**Source records:**
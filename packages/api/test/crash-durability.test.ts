import { mkdtempSync, readdirSync, rmSync } from 'node:fs';
import { tmpdir } from 'node:os';
import path from 'node:path';
import sharp from 'sharp';
import sqlite3 from 'sqlite3';
import { afterAll, describe, expect, it } from 'vitest';
import { smallKeyOf } from '../src/storage/photo-storage.js';
import { startServerProcess, type ServerProcess } from './support/server-process.js';

const dataDir = mkdtempSync(path.join(tmpdir(), 'workback-crash-'));
afterAll(() => rmSync(dataDir, { recursive: true, force: true }));

const ENV = { DATA_DIR: dataDir, SEED_DEMO: 'true', SIGN_IN_LIMIT_PER_MINUTE: '1000' };
const BURST = 600;
const KILL_AFTER = 250;

/** A fetch-based client holding the session cookie and CSRF token, as a browser would. */
class HttpClient {
  cookie = '';
  token = '';
  constructor(public base: string) {}

  async call(method: string, url: string, body?: FormData | object): Promise<Response> {
    const headers: Record<string, string> = { cookie: this.cookie, 'x-csrf-token': this.token };
    let payload: FormData | string | undefined;
    if (body instanceof FormData) payload = body;
    else if (body !== undefined) {
      headers['content-type'] = 'application/json';
      payload = JSON.stringify(body);
    }
    // Bounded, so a request caught by the kill can never wait on a reused port.
    const res = await fetch(this.base + url, {
      method,
      headers,
      body: payload,
      signal: AbortSignal.timeout(60_000),
    });
    // The session cookie, and the CSRF cookie a visitor's token is tied to before sign-in.
    for (const set of res.headers.getSetCookie()) {
      const [pair] = set.split(';');
      const name = pair!.split('=')[0]!;
      const kept = this.cookie.split('; ').filter((c) => c && !c.startsWith(`${name}=`));
      this.cookie = [...kept, pair].join('; ');
    }
    return res;
  }

  async signIn(email: string): Promise<void> {
    this.token = (
      (await (await this.call('GET', '/api/auth/csrf')).json()) as { token: string }
    ).token;
    const res = await this.call('POST', '/api/auth/login', { email, password: 'workback-demo' });
    expect(res.status).toBe(200);
    this.token = (
      (await (await this.call('GET', '/api/auth/csrf')).json()) as { token: string }
    ).token;
  }
}

function query<T>(file: string, sql: string): Promise<T[]> {
  return new Promise((resolve, reject) => {
    const db = new sqlite3.Database(file, sqlite3.OPEN_READONLY);
    db.all<T>(sql, (err, rows) => db.close(() => (err ? reject(err) : resolve(rows))));
  });
}

interface Acked {
  misses: { id: number; photos: number }[];
  notes: { id: number; missId: number }[];
  marks: { sittingId: number; pattern: boolean[] }[];
}

describe('crash durability', () => {
  it('keeps every acknowledged write whole through a kill -9, with no orphan files', async () => {
    let server: ServerProcess = await startServerProcess(ENV);
    const client = new HttpClient(server.url);
    await client.signIn('parent@workback.test');

    const students = (await (await client.call('GET', '/api/students')).json()) as {
      items: { id: number }[];
    };
    const studentId = students.items[0]!.id;
    const keys = (await (await client.call('GET', '/api/answer-keys')).json()) as {
      items: { id: number }[];
    };
    const key = (await (
      await client.call('GET', `/api/answer-keys/${keys.items[0]!.id}`)
    ).json()) as {
      id: number;
      items: { id: number; answer: string }[];
    };
    const sitting = (await (
      await client.call('POST', '/api/sittings', {
        studentId,
        answerKeyId: key.id,
        startedAt: '2026-11-30T09:30',
        minutes: 20,
      })
    ).json()) as { id: number };
    const png = await sharp({
      create: { width: 320, height: 240, channels: 3, background: '#f4efe2' },
    })
      .png()
      .toBuffer();

    const acked: Acked = { misses: [], notes: [], marks: [] };
    let sent = 0;
    let killed = false;
    const pendingMarks: boolean[][] = [];
    const count = () => acked.misses.length + acked.notes.length + acked.marks.length;

    const oneWrite = async (i: number) => {
      const kind = i % 5;
      if (kind === 3 && acked.misses.length > 0) {
        const missId = acked.misses[i % acked.misses.length]!.id;
        const res = await client.call('POST', '/api/notes', { missId, body: `Note ${i}` });
        if (res.status === 201)
          acked.notes.push({ id: ((await res.json()) as { id: number }).id, missId });
        return;
      }
      if (kind === 4) {
        const pattern = key.items.map((_, j) => (i + j) % 3 !== 0);
        pendingMarks.push(pattern);
        const marks = key.items.map((item, j) => ({
          keyItemId: item.id,
          correct: pattern[j]!,
          answer: pattern[j] ? item.answer : '0',
        }));
        const res = await client.call('PUT', `/api/sittings/${sitting.id}/marks`, { marks });
        if (res.ok) acked.marks.push({ sittingId: sitting.id, pattern });
        return;
      }
      const form = new FormData();
      form.set('studentId', String(studentId));
      form.set('occurredOn', '2026-11-30');
      form.set('problem', `${400 + i} - 75`);
      form.set('answer', String(400 + i - 75 + 100));
      form.set('explanation', `I took away, try ${i}`);
      const photos = kind === 0 ? 2 : kind === 1 ? 1 : 0;
      for (let p = 0; p < photos; p += 1) {
        form.append('photos', new Blob([png], { type: 'image/png' }), `page-${p}.png`);
      }
      const res = await client.call('POST', '/api/misses', form);
      if (res.status === 201)
        acked.misses.push({ id: ((await res.json()) as { id: number }).id, photos });
    };

    // Four lanes of writes; marks go through lane 0 only, so at most one marks write is in flight.
    const lane = async (offset: number) => {
      for (let i = offset; i < BURST && !killed; i += 4) {
        if (i % 5 === 4 && offset !== 0) continue;
        sent += 1;
        try {
          await oneWrite(i);
        } catch {
          // The connection died with the server: not acknowledged.
        }
        if (!killed && count() >= KILL_AFTER) {
          killed = true;
          server.child.kill('SIGKILL');
        }
      }
    };
    await Promise.all([0, 1, 2, 3].map(lane));
    await server.exited;
    expect(killed).toBe(true);
    expect(count()).toBeGreaterThanOrEqual(KILL_AFTER);
    expect(sent).toBeLessThan(BURST);

    // Sessions survive the crash too: the same cookie is still signed in after a restart.
    server = await startServerProcess(ENV);
    client.base = server.url;
    try {
      const me = await client.call('GET', '/api/auth/me');
      expect(me.status).toBe(200);

      for (const m of acked.misses) {
        const res = await client.call('GET', `/api/misses/${m.id}`);
        expect(res.status, `miss ${m.id}`).toBe(200);
        const miss = (await res.json()) as { photos: { id: number }[]; diagnosis: unknown };
        expect(miss.photos).toHaveLength(m.photos);
        expect(miss.diagnosis).not.toBeNull();
        for (const p of miss.photos) {
          const image = await client.call('GET', `/api/photos/${p.id}/image`);
          expect(image.status).toBe(200);
          expect((await image.arrayBuffer()).byteLength).toBeGreaterThan(0);
        }
      }
      for (const n of acked.notes) {
        const res = await client.call('GET', `/api/notes?missId=${n.missId}`);
        const notes = (await res.json()) as { items: { id: number }[] };
        expect(notes.items.map((x) => x.id)).toContain(n.id);
      }
      const saved = (await (await client.call('GET', `/api/sittings/${sitting.id}`)).json()) as {
        marks: { keyItemId: number; correct: boolean }[];
      };
      const final = key.items.map(
        (item) => saved.marks.find((x) => x.keyItemId === item.id)?.correct,
      );
      const lastAcked = acked.marks.at(-1)?.pattern;
      // The final marks are the last acknowledged save, or the one in flight at the kill.
      const candidates = [lastAcked, pendingMarks.at(-1)]
        .filter(Boolean)
        .map((p) => JSON.stringify(p));
      expect(candidates).toContain(JSON.stringify(final));
    } finally {
      server.child.kill('SIGTERM');
      await server.exited;
    }

    // Every photo row has its files and every file has its row (the start-up sweep took the rest).
    const rows = await query<{ storage_key: string; thumb_key: string }>(
      path.join(dataDir, 'workback.sqlite'),
      'SELECT storage_key, thumb_key FROM photos',
    );
    const needed = rows.flatMap((r) => [r.storage_key, r.thumb_key]);
    // The 128 px square is made at upload, or on first request for older photos: it may be
    // missing, but never left without its row.
    const allowed = new Set([...needed, ...rows.map((r) => smallKeyOf(r.storage_key))]);
    const files = readdirSync(path.join(dataDir, 'photos')).filter((f) => !f.startsWith('.'));
    expect(files.filter((f) => !allowed.has(f))).toEqual([]);
    expect(needed.filter((f) => !files.includes(f))).toEqual([]);
    for (const db of ['workback.sqlite', 'sessions.sqlite']) {
      const [check] = await query<{ integrity_check: string }>(
        path.join(dataDir, db),
        'PRAGMA integrity_check',
      );
      expect(check?.integrity_check).toBe('ok');
    }
  }, 400_000);
});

**Your assignment:** Would you quote everything above from the line containing "const key = (await" down to the line containing "const kind = i % 5;"? Include both of those lines and nothing else.

**Exercise solution:**
    const key = (await (
      await client.call('GET', `/api/answer-keys/${keys.items[0]!.id}`)
    ).json()) as {
      id: number;
      items: { id: number; answer: string }[];
    };
    const sitting = (await (
      await client.call('POST', '/api/sittings', {
        studentId,
        answerKeyId: key.id,
        startedAt: '2026-11-30T09:30',
        minutes: 20,
      })
    ).json()) as { id: number };
    const png = await sharp({
      create: { width: 320, height: 240, channels: 3, background: '#f4efe2' },
    })
      .png()
      .toBuffer();

    const acked: Acked = { misses: [], notes: [], marks: [] };
    let sent = 0;
    let killed = false;
    const pendingMarks: boolean[][] = [];
    const count = () => acked.misses.length + acked.notes.length + acked.marks.length;

    const oneWrite = async (i: number) => {
      const kind = i % 5;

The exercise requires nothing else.